According to a report by the inspector general of the Department of Health and Human Services, the U.S. FDA has not made tracking post-approval drug studies a priority, and does not know the status of many of them.
Roughly half of all drug approvals involve a commitment by the manufacturer to at least one post-approval study commitment.
Companies are required to give the FDA annual progress reports on these studies, but 35 percent of the reports due in 2004 were either missing entirely or contained no relevant information. The FDA validated less than a third of the reports. The FDA has little to no power to punish drug companies that leave such studies unfinished.
The inspector general said the FDA should improve its monitoring of the studies, upgrade its tracking system, and ask manufacturers to provide better information.
Remember all those promises the FDA made to improve drug safety to protect the health of Americans, especially those that were blasted by the Pharmaceutical Research and Manufacturers of America? This report makes those promises ring very hollow. Once the drugs are on the market, the FDA virtually stops paying any attention whatsoever to whether or not they might cause harm.

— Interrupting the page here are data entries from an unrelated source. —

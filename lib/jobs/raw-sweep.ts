/**
 * The orphan raw-file sweeper, a scheduled job (every 10 minutes). An upload stores the raw log
 * first and then commits the test; if the transaction fails the file is deleted at once
 * (lib/vacuum-tests/stored-commit.ts), but a server that dies between the two leaves a file no test
 * references. This finds such files under `orgs/<organization>/` once they are older than the
 * safe age (RAW_SWEEP_SAFE_AGE_SECONDS, default 30 minutes: far longer than any upload takes to
 * commit, so a file whose test is still being written is never touched) and deletes them.
 * A file stays while a committed upload row, or a queued large-log analysis, names it.
 */
import type { Database } from "@/db/client";
import { listReferencedObjectKeysByOrganization } from "@/db/queries/vacuum-tests";
import { listObjectKeysOfOpenTasksByOrganization } from "@/db/queries/tasks";
import { log } from "@/lib/log";
import { deleteObject, listStoredObjects } from "@/lib/storage";

const KEY_PATTERN = /^orgs\/([^/]+)\//;

export interface SweepReport {
  examined: number;
  deleted: string[];
}

/** Delete every raw file older than `safeAgeSeconds` that nothing references (under `prefix`, default every organization's). */
export async function sweepOrphanRawFiles(db: Database, params: { safeAgeSeconds: number; now?: Date; prefix?: string }): Promise<SweepReport> {
  const cutoff = (params.now ?? new Date()).getTime() - params.safeAgeSeconds * 1000;
  const report: SweepReport = { examined: 0, deleted: [] };
  for await (const page of listStoredObjects(params.prefix ?? "orgs/")) {
    const byOrganization = new Map<string, string[]>();
    for (const o of page) {
      const org = KEY_PATTERN.exec(o.key)?.[1];
      if (!org || o.lastModified.getTime() > cutoff) continue;
      report.examined++;
      byOrganization.set(org, [...(byOrganization.get(org) ?? []), o.key]);
    }
    for (const [organizationId, keys] of byOrganization) {
      const [committed, queued] = await Promise.all([
        listReferencedObjectKeysByOrganization(db, { organizationId, keys }),
        listObjectKeysOfOpenTasksByOrganization(db, { organizationId, keys }),
      ]);
      for (const key of keys) {
        if (committed.has(key) || queued.has(key)) continue;
        await deleteObject(key);
        report.deleted.push(key);
      }
    }
  }
  if (report.deleted.length) log.info("orphan raw files deleted", { count: report.deleted.length, keys: report.deleted.slice(0, 20) });
  return report;
}
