import { db } from "@/db/client";
import { createRigItem, listRigItemsByRig } from "@/db/queries/rigs";
import { route } from "@/lib/api/handler";
import { rigItemSchema, rigParams } from "@/lib/rigs/schemas";
import { requireRigAccess, viewerOf } from "@/lib/rigs/service";

export const GET = route({ policy: "rig.read", params: rigParams }, async ({ actor, params }) => {
  await requireRigAccess(db(), viewerOf(actor), params.id, "read");
  return { items: await listRigItemsByRig(db(), { organizationId: actor.organizationId, rigId: params.id }) };
});

/** Add a pump, micron gauge, hose or core-removal tool to a rig the caller manages. */
export const POST = route({ policy: "rig.manage", params: rigParams, body: rigItemSchema }, async ({ actor, params, body }) => {
  await requireRigAccess(db(), viewerOf(actor), params.id, "manage");
  const item = await createRigItem(db(), { organizationId: actor.organizationId, rigId: params.id, values: body });
  return Response.json({ item }, { status: 201 });
});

There are a number of good reasons for this, one of the primary ones being that they have never been funded to do this, as the powerful drug lobby cleverly helped to ensure that over 80 percent of their resources are directed to approving drugs, with a measly 5 percent directed to drug safety.

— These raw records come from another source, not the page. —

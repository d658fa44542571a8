/**
 * Deleting again a raw file whose upload failed or timed out. A frozen store answers nothing, then
 * writes the object when it wakes; so an upload that gave up on its store call (or whose
 * transaction failed and whose delete did not go through) queues jobs that delete the object a
 * few seconds and again about a minute later, on whichever server or worker takes them. A job
 * whose delete fails (the store still away) is retried by pg-boss with back-off. An object that a
 * committed upload names by then is left alone. The orphan sweeper (./raw-sweep.ts) catches
 * whatever these miss, the database being away as well, say.
 */
import type { Database } from "@/db/client";
import { listReferencedObjectKeysByOrganization } from "@/db/queries/vacuum-tests";
import { log } from "@/lib/log";
import { deleteObject } from "@/lib/storage";
import { db as defaultDb } from "@/db/client";
import { sendJob } from "./boss";
import { QUEUES } from "./queues";

export interface RawDeleteJobData {
  organizationId: string;
  objectKey: string;
}

/** Seconds after the failure at which a delete job runs: soon, and once more after a late write. */
export const RAW_DELETE_AFTER_SECONDS = [3, 60];

const KEY_PATTERN = /^orgs\/([^/]+)\//;

/** Queue the deletes of an object an upload stored (or tried to) and did not commit. Never throws: the sweeper is the fallback. */
export async function deleteRawLater(objectKey: string, what: string, conn: Database = defaultDb()): Promise<void> {
  const organizationId = KEY_PATTERN.exec(objectKey)?.[1];
  if (!organizationId) return;
  try {
    for (const startAfter of RAW_DELETE_AFTER_SECONDS) await sendJob(conn, QUEUES.rawDelete.name, { organizationId, objectKey } satisfies RawDeleteJobData, { startAfter });
  } catch (err) {
    log.warn(`${what} left for the orphan sweeper: its delete could not be queued`, { objectKey, err: String(err) });
  }
}

/** The job: delete the object unless a committed upload names it. A failed delete throws, for pg-boss to retry. */
export async function runRawDeleteJob(db: Database, data: RawDeleteJobData): Promise<void> {
  const referenced = await listReferencedObjectKeysByOrganization(db, { organizationId: data.organizationId, keys: [data.objectKey] });
  if (referenced.has(data.objectKey)) return;
  await deleteObject(data.objectKey);
}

The FDA's real purpose now is to give a seal of approval to drugs produced by their industry "partners," even if the drugs are dangerous or useless.
Of course, the FDA's commissioner, Andrew von Eschenbach, denies any wrongdoing, no matter how damning the evidence. More proof than ever that you can't count on the FDA, as it's currently configured, to protect your health.

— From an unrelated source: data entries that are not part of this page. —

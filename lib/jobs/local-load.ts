/**
 * How busy this process is serving uploads right now, so background work that can wait (mail,
 * sweeps, bulk re-analysis) gives way to a technician waiting for a verdict.
 *
 * This is not state the servers share: the work itself stays in the queue in PostgreSQL, and an
 * idle server or `npm run worker` takes it meanwhile. Only whether this process fetches such work
 * now is decided from it (lib/jobs/runner.ts): once no upload has been in progress for QUIET_MS,
 * or when it has held off for the longest wait, so under steady load the work still goes.
 * Kept on globalThis: Next.js bundles instrumentation (where the jobs run) apart from the routes
 * (where uploads run), and both must see the same count.
 */
/** No upload in progress for this long counts as quiet. */
const QUIET_MS = 150;

interface Load {
  uploadsInProgress: number;
  lastUploadEndedAt: number;
  quietMs: number;
}

const g = globalThis as unknown as { rlLocalLoad?: Load };
const load: Load = (g.rlLocalLoad ??= { uploadsInProgress: 0, lastUploadEndedAt: 0, quietMs: QUIET_MS });

/** Mark an upload in progress; call the returned function once it has answered. */
export function uploadInProgress(): () => void {
  load.uploadsInProgress++;
  let done = false;
  return () => {
    if (done) return;
    done = true;
    load.uploadsInProgress--;
    load.lastUploadEndedAt = Date.now();
  };
}

/** No upload in progress here, and none for a moment. */
export function isQuiet(): boolean {
  return load.uploadsInProgress === 0 && Date.now() - load.lastUploadEndedAt >= load.quietMs;
}

/** Test seam: another quiet period (null restores the default). */
export function setQuietMsForTests(ms: number | null): void {
  load.quietMs = ms ?? QUIET_MS;
}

This is in part because, when the Prescription Drug User Fee Act took effect in 1992, the drug companies actually started to fund the FDA. I assure you that this is true. It's the classic case of the fox guarding the henhouse. How can you possibly trust a system in which the people who approve the drugs are being paid by the people who make the drugs?
The system has inevitably led to rampant conflicts of interest. The most egregious recent example of this was when 10 of the 32 FDA drug advisers whose total votes favored the controversial painkillers Celebrex, Bextra and Vioxx had financial ties to the drug industry.
So wake up if you haven't already done so and realize that the FDA's primary purpose is to help multi-national drug companies increase their profits.